Pour 32 592 cas d’infection par Omicron BA.2, les taux correspondants pour les présentations symptomatiques à l’urgence, toutes les présentations à l’urgence, les hospitalisations symptomatiques, toutes les hospitalisations, les besoins en ventilation mécanique, les admissions en USI et les décès étaient de 24, 26, 2,6, 3,0, 0,1, 0,3 , et 0,2, respectivement. Les aHR pour les cas d’infection par Omicron BA.4/BA.5 par rapport aux cas d’infection par Omicron BA.2 étaient de 1,1, 1,1, 1,0, 1,1 et 0,9 pour les présentations symptomatiques à l’urgence, toutes les présentations à l’urgence, les hospitalisations symptomatiques, toutes les hospitalisations et les soins intensifs. admissions, respectivement.
Aucun cas d’infection par Omicron BA.4/BA.5 n’a eu besoin de ventilation mécanique ou n’est décédé.

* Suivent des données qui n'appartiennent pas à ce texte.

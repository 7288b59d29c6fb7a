"use client";

import { zodResolver } from "@hookform/resolvers/zod";
import { signIn } from "next-auth/react";
import { useRouter } from "next/navigation";
import { useState } from "react";
import { useForm } from "react-hook-form";
import { z } from "zod";
import { Button } from "@/components/ui/button";
import { TextField } from "@/components/ui/field";
import { FormAlert } from "@/components/ui/form-alert";
import { useToast } from "@/components/toast/toast-provider";
import { apiFetch, errorMessage } from "@/lib/client/api-fetch";
import { ROLE_LABELS, type InvitationInfo } from "@/lib/client/api-types";
import { signInErrorMessage } from "@/lib/client/sign-in-error";
import { newPasswordField, requiredText } from "@/lib/validations/fields";
import { invitationAcceptSchema } from "@/lib/validations/members";
import { PasswordField } from "./password-field";

/** A new account also needs a name and a password that meets the new-password rules. */
const newAccountSchema = invitationAcceptSchema.extend({ name: requiredText("Name", 120), password: newPasswordField });

/**
 * Accepts an invitation: a new person picks a name and password (the account is created), someone who already has
 * an account proves it with their password. Both are then signed in and land in the shop.
 */
export function AcceptInviteForm({ token, invitation }: { token: string; invitation: InvitationInfo }) {
  const router = useRouter();
  const toast = useToast();
  const [failure, setFailure] = useState<string | null>(null);
  const schema = invitation.accountExists ? invitationAcceptSchema : newAccountSchema;
  const form = useForm<z.input<typeof invitationAcceptSchema>, unknown, z.output<typeof invitationAcceptSchema>>({
    resolver: zodResolver(schema),
    defaultValues: { name: "", password: "" },
  });
  const { errors, isSubmitting } = form.formState;

  const onSubmit = form.handleSubmit(async (values) => {
    setFailure(null);
    let accepted: { shopId?: string; shop?: { id?: string } } | undefined;
    try {
      accepted = await apiFetch(`/api/invitations/${encodeURIComponent(token)}/accept`, {
        method: "POST",
        body: invitation.accountExists ? { password: values.password } : { name: values.name, password: values.password },
      });
    } catch (err) {
      setFailure(errorMessage(err));
      return;
    }
    const res = await signIn("credentials", { email: invitation.email, password: values.password, redirect: false });
    if (!res || res.error) {
      setFailure(`You joined ${invitation.shopName}, but signing in failed: ${signInErrorMessage(res?.error)}`);
      return;
    }
    const shopId = accepted?.shopId ?? accepted?.shop?.id;
    if (shopId) {
      try {
        await apiFetch("/api/me/shop", { method: "POST", body: { shopId } });
      } catch {
        // Signed in; the shop switcher in the header still reaches the new shop.
      }
    }
    toast.success(`Welcome to ${invitation.shopName}.`);
    router.push("/projects");
    router.refresh();
  });

  return (
    <form onSubmit={onSubmit} noValidate className="flex flex-col gap-4" aria-label="Accept invitation">
      <dl className="grid grid-cols-[auto_1fr] gap-x-4 gap-y-1 border border-dashed border-kraft-500 bg-kraft-50 px-4 py-3 text-sm">
        <dt className="text-kraft-700">Shop</dt>
        <dd className="font-bold" data-testid="invite-shop">{invitation.shopName}</dd>
        <dt className="text-kraft-700">Role</dt>
        <dd className="font-bold" data-testid="invite-role">{ROLE_LABELS[invitation.role] ?? invitation.role}</dd>
        <dt className="text-kraft-700">E-mail</dt>
        <dd className="break-all">{invitation.email}</dd>
      </dl>
      {invitation.accountExists ? (
        <p className="text-sm text-kraft-700">You already have a Peelform account. Enter its password to join this shop.</p>
      ) : (
        <TextField id="invite-name" label="Your name" autoComplete="name" error={errors.name?.message} {...form.register("name")} />
      )}
      <PasswordField
        id="invite-password"
        label={invitation.accountExists ? "Your password" : "Choose a password"}
        autoComplete={invitation.accountExists ? "current-password" : "new-password"}
        hint={invitation.accountExists ? undefined : "At least 8 characters."}
        error={errors.password?.message}
        {...form.register("password")}
      />
      <FormAlert message={failure} />
      <Button type="submit" busy={isSubmitting}>
        {invitation.accountExists ? "Join the shop" : "Create account and join"}
      </Button>
    </form>
  );
}
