"use client";

import { useQuery } from "@tanstack/react-query";
import { apiFetch } from "@/lib/client/api-fetch";
import type { PatternDto } from "@/lib/patterns-store/pattern-dto";
import { patternKeys } from "./pattern-keys";

/** GET /api/patterns/[id]; polls every 1.5 s while the pattern is still queued or being made. */
export function usePattern(id: string, initial?: PatternDto) {
  return useQuery({
    queryKey: patternKeys.pattern(id),
    queryFn: ({ signal }) => apiFetch<PatternDto>(`/api/patterns/${encodeURIComponent(id)}`, { signal }),
    initialData: initial,
    refetchInterval: (q) => (q.state.data && (q.state.data.status === "queued" || q.state.data.status === "processing") ? 1_500 : false),
  });
}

Par conséquent, les aHR n’ont pas pu être calculées pour les deux critères de jugement. Les cas d’Omicron BA.4/BA.5 diagnostiqués en ambulatoire présentaient une probabilité 55 % plus élevée d’antécédents de COVID-19 par rapport aux cas d’Omicron BA.2 diagnostiqués en ambulatoire contemporains, et une probabilité légèrement supérieure de recevoir ≥ 3 doses de COVID-19 vaccins.
Dans l’ensemble, les résultats de l’étude ont montré qu’en dépit des risques élevés de percées d’infections par Omicron BA.4 et BA.5 chez les personnes précédemment infectées ou vaccinées, la gravité réduite des infections par Omicron BA.2 était persistante avec les infections par Omicron BA.4/BA.5.
*Avis important
medRxiv publie des rapports scientifiques préliminaires qui ne sont pas évalués par des pairs et, par conséquent, ne doivent pas être considérés comme concluants, guider la pratique clinique/les comportements liés à la santé, ou traités comme des informations établies.